» **About this task**
All lines from the one with "return span;" through the final line below are to be reproduced exactly; omit the others.

Items from a dataset:
:::

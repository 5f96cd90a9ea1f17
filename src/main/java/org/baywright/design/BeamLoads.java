package org.baywright.design;

import java.util.Collections;
import java.util.EnumMap;
import java.util.List;
import java.util.Map;
import org.baywright.analysis.SimpleSpan;
import org.baywright.analysis.SpanLoad;
import org.baywright.load.LoadCase;

/**
 * The service loads on a simple-span member, by load case, without the member's own weight (the
 * designer adds that per candidate). All loads act downward.
 *
 * <p>The strength checks use these loads (live loads reduced where the standard permits). The
 * deflection checks use them too, unless {@link #withDeflectionLoads} gives other service loads for
 * serviceability: the unreduced live load, which common practice checks deflection under.
 */
public final class BeamLoads {
    private final double span;
    private final Map<LoadCase, SimpleSpan> cases;
    private final Map<LoadCase, SimpleSpan> deflectionCases;
    /** The supports, m from the start: 0 and {@code span} for a simple span, else an overhanging member. */
    private final double supportA;
    private final double supportB;

    private BeamLoads(double span, Map<LoadCase, SimpleSpan> cases, Map<LoadCase, SimpleSpan> deflectionCases) {
        this(span, cases, deflectionCases, 0, span);
    }

    private BeamLoads(double span, Map<LoadCase, SimpleSpan> cases, Map<LoadCase, SimpleSpan> deflectionCases,
            double supportA, double supportB) {
        this.span = span;
        this.cases = cases;
        this.deflectionCases = deflectionCases;
        this.supportA = supportA;
        this.supportB = supportB;
    }

    /**
     * Loads per case on a member of length {@code length} that overhangs its supports at {@code a} and
     * {@code b} (m from its start, {@code 0 ≤ a < b ≤ length}, not both at the ends): designed by
     * {@link OverhangDesigner}. The per-case {@link #of(LoadCase)} spans then only hold the loads; their
     * statics are those of {@link org.baywright.analysis.OverhangSpan}, not of a simple span.
     */
    public static BeamLoads overhanging(double length, double a, double b,
            Map<LoadCase, ? extends List<? extends SpanLoad>> loads) {
        BeamLoads s = of(length, loads);
        if (!(a >= 0 && a < b && b <= length) || (a == 0 && b == length)) {
            throw new IllegalArgumentException("an overhanging member needs supports 0 ≤ a < b ≤ L, not both at its ends; were a = "
                    + a + " m, b = " + b + " m, L = " + length + " m");
        }
        return new BeamLoads(length, s.cases, s.deflectionCases, a, b);
    }

    /** True when the member overhangs a support ({@link #overhanging}). */
    public boolean isOverhanging() {
        return supportA != 0 || supportB != span;
    }

    /** The first support, m from the start (0 for a simple span). */
    public double supportA() {
        return supportA;
    }

    /** The second support, m from the start (the span for a simple span). */
    public double supportB() {
        return supportB;
    }

    /** Loads per case on a span of {@code span} metres; missing cases carry nothing. */
    public static BeamLoads of(double span, Map<LoadCase, ? extends List<? extends SpanLoad>> loads) {
        if (!(span > 0) || !Double.isFinite(span)) {
            throw new IllegalArgumentException("span must be a positive length, got " + span);
        }
        Map<LoadCase, SimpleSpan> m = spans(span, loads);
        return new BeamLoads(span, m, m);
    }

    /**
     * The same strength loads with other service loads for the deflection checks (e.g. the live load
     * unreduced); the cases present must be the same.
     */
    public BeamLoads withDeflectionLoads(Map<LoadCase, ? extends List<? extends SpanLoad>> loads) {
        return new BeamLoads(span, cases, spans(span, loads), supportA, supportB);
    }

    /** True when the deflection checks use loads of their own ({@link #withDeflectionLoads}). */
    public boolean separateDeflectionLoads() {
        return deflectionCases != cases;
    }

    /** The statics of one case as the deflection checks take it (an empty span when the case has no load). */
    public SimpleSpan forDeflection(LoadCase c) {
        return deflectionCases.get(c);
    }

    private static Map<LoadCase, SimpleSpan> spans(double span, Map<LoadCase, ? extends List<? extends SpanLoad>> loads) {
        EnumMap<LoadCase, SimpleSpan> m = new EnumMap<>(LoadCase.class);
        for (LoadCase c : LoadCase.values()) {
            List<? extends SpanLoad> l = loads.get(c);
            SimpleSpan s = SimpleSpan.of(span, l == null ? List.of() : l);
            for (SpanLoad x : s.loads()) {
                if (x.total() < 0) {
                    throw new IllegalArgumentException(c.label() + " load " + x + " acts upward; gravity loads act downward");
                }
            }
            m.put(c, s);
        }
        return Collections.unmodifiableMap(m);
    }

    public double span() {
        return span;
    }

    /** The statics of one case (an empty span when the case has no load). */
    public SimpleSpan of(LoadCase c) {
        return cases.get(c);
    }

    /** Cases with any load on them. */
    public java.util.Set<LoadCase> present() {
        java.util.EnumSet<LoadCase> s = java.util.EnumSet.noneOf(LoadCase.class);
        for (Map.Entry<LoadCase, SimpleSpan> e : cases.entrySet()) {
            if (!e.getValue().loads().isEmpty() && e.getValue().totalLoad() != 0) {
                s.add(e.getKey());
            }
        }
        return s;
    }
}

:::

» **Solution**
        return span;
    }

    /** The statics of one case (an empty span when the case has no load). */
    public SimpleSpan of(LoadCase c) {
        return cases.get(c);
    }

    /** Cases with any load on them. */
    public java.util.Set<LoadCase> present() {
        java.util.EnumSet<LoadCase> s = java.util.EnumSet.noneOf(LoadCase.class);
        for (Map.Entry<LoadCase, SimpleSpan> e : cases.entrySet()) {
            if (!e.getValue().loads().isEmpty() && e.getValue().totalLoad() != 0) {
                s.add(e.getKey());
            }
        }
        return s;
    }
}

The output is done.